巻頭言

2020.11.01
巻頭言

ベスト11月号 巻頭言を掲載しました

自己分析から始めよう
~やると決したらやり遂げる~

株式会社日本公法 代表取締役社長
麗澤大学名誉教授
元中国管区警察局長
元警察庁教養課長
元警察大学校教官教養部専門講師
大貫 啓行

 昇任試験でなかなか思うような結果が出ないで悩んでいる人が少なくない。本稿はそうした人への応援&アドバイスを目指している。

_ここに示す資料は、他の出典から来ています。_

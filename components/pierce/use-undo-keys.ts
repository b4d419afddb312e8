import { useEffect, type Dispatch } from 'react';

/**
 * Ctrl or Cmd with Z takes a step back, with Shift as well (or Y) it does it again; free texts and dialogs keep their own, and whatever
 * else `keep` selects.
 */
export function useUndoKeys(
  enabled: boolean,
  dispatch: Dispatch<{ do: 'undo' } | { do: 'redo' }>,
  keep = 'textarea, dialog',
): void {
  useEffect(() => {
    if (!enabled) return undefined;
    const pressed = (event: KeyboardEvent) => {
      if (!(event.ctrlKey || event.metaKey) || event.altKey) return;
      const key = event.key.toLowerCase();
      if (key !== 'z' && !(key === 'y' && !event.shiftKey)) return;
      if (event.target instanceof Element && event.target.closest(keep)) return;
      event.preventDefault();
      dispatch({ do: key === 'y' || event.shiftKey ? 'redo' : 'undo' });
    };
    // on the way down: a text input of react-native-web keeps its keys to itself on the way up
    window.addEventListener('keydown', pressed, true);
    return () => window.removeEventListener('keydown', pressed, true);
  }, [enabled, dispatch, keep]);
}
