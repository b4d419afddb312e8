import { spawn } from 'node:child_process';
import path from 'node:path';
import { root } from './folders.mjs';

/** Runs an installed package's program with the project as its folder; resolves to the exit code. */
export function runTool(program, args, env = {}) {
  return new Promise((resolve, reject) => {
    const child = spawn(path.join(root, 'node_modules/.bin', program), args, {
      cwd: root,
      env: { ...process.env, ...env },
      stdio: ['ignore', 'inherit', 'inherit'],
    });
    child.on('error', reject);
    child.on('close', (code) => resolve(code ?? 1));
  });
}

 そうした人の共通項は、「そこそこ勉強した。」「そこそこ頑張った。」といったものだろう。概して真面目なのだ。思うようにいかないという現実に、さして怒りも爆発させることもない。仕事が忙しかった、今一つ本気が出なかったなど、自分をかばう理由探しに走りがちだ。のっけからむごいようだが、自分の心の中をよくよく分析してほしい。
 要は、敗因は自分自身の心にある。その自分の心と徹底的に向かい合うところから始めなければならない。そうしたうえで、次回の目標達成に向けた決意が、全ての始まりになくてはならないのだ。早い話が、合格したいとの思いの強い人が受かる。自分の心の中の分析が終わったならば、燃えてほしい。
 目標が決まったら、そこに集中して取り組む。その瞬間から始まる。一年であろうが半年であろうが。はたまた来秋であろうが。その持てる全ての力で目標達成に立ち向かうのだ。
 自分のことは、自分が一番知っている。しかも自分との付き合いは一生モノ、逃れることも変えることもできない。自己分析はその自分との付き合い方の確認だ。うまくいく方法は、結局のところ自分で見つけるしかない。まずい所があるなら、それとの折り合いをつけなくてはならない。

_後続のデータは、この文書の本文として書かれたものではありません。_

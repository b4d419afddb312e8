import { laneHeight } from './lane-scale.ts';

/** Where everything of the section stands, px. */
export type SectionGeometry = {
  readonly width: number;
  readonly height: number;
  readonly left: number;
  readonly right: number;
  readonly top: number;
  readonly bottom: number;
  readonly lanesBottom: number;
  /** Middle of the row in which stages' ends are moved. */
  readonly handleRow: number;
  /** Base of the time axis's figures. */
  readonly timeBase: number;
  /** Height of a lane's drawn range. */
  readonly box: number;
  readonly laneTop: (index: number) => number;
  readonly x: (time: number) => number;
  /** Seconds a pixel. */
  readonly secondsPerPixel: number;
};

/** Height of one dimension line with its lettering, px. */
export const dimensionRow = 26;

type GeometryInput = {
  readonly measured: number;
  readonly depth: number;
  readonly lanes: number;
  readonly box: number;
  /** Seconds that the axis must hold. */
  readonly timeSpan: number;
  readonly editable: boolean;
};

export function sectionGeometry({ measured, depth, lanes, box, timeSpan, editable }: GeometryInput): SectionGeometry {
  // narrower the drawing is scaled down, and what is touched would no longer stand on what is drawn
  const width = Math.max(200, measured);
  const left = 50;
  const right = width - 14;
  const top = 28;
  const bottom = top + depth;
  const lanesTop = bottom + 2 * dimensionRow + 18;
  const lanesBottom = lanesTop + lanes * laneHeight(box);
  const handleRow = lanesBottom + 14;
  const timeBase = editable ? lanesBottom + 48 : lanesBottom + 18;
  const span = Math.max(timeSpan, 1e-9);
  return {
    width,
    height: timeBase + 12,
    left,
    right,
    top,
    bottom,
    lanesBottom,
    handleRow,
    timeBase,
    box,
    laneTop: (index) => lanesTop + index * laneHeight(box),
    x: (time) => left + (time / span) * (right - left),
    secondsPerPixel: span / (right - left),
  };
}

 半世紀にわたる警察官との様々な付き合いから得た合格の秘訣はといえば、次のようなものだ。
 自己コントロールのできる人が合格する。全ての要因は自分にあるという冷静さを持つべきだ。
 また、同じ目標に向かう仲間を持っている人は幸いだ。競い合いが良い結果を生む。彼には負けられないという闘争心が究極の力になる。ライバルとは遊びも仕事も競い合うのがいい。率直に夢を話し合えればそれに勝るものはない。若い時、剣道で汗を流し合い、結局大幹部になった人々の顔が浮かぶ。
 同じ理由なのか、警察学校の同期生間のつながりを大切にする人は早く昇任するようだ。仲間を大切にし、いい仲間を持てた人が、長い目で見て、互いに向上していく例を多数見てきた。
 仲の良い夫婦は何物にも勝る力を生む。いい家庭を持った人はどんどん偉くなっていると確信する。合格する人はおしなべて夫婦仲が良いように思う。
 決してあきらめないこと。失敗は成功の基である。どんな人でも失敗する。要は失敗から何を学ぶかだ。学ぶところの多い人が成功する。
 試験までどんなに残りの時間が少なくとも、自分と向かい合って、最善の準備をする。そうした心境に自己をコントロールできる人は強い。残された長くない日々の集中力勝負。踏ん張りが大切だ。

 最後に、本誌編集部一同、皆さんの目標達成を願って、最善の準備ができるように微力を尽くしていく所存である。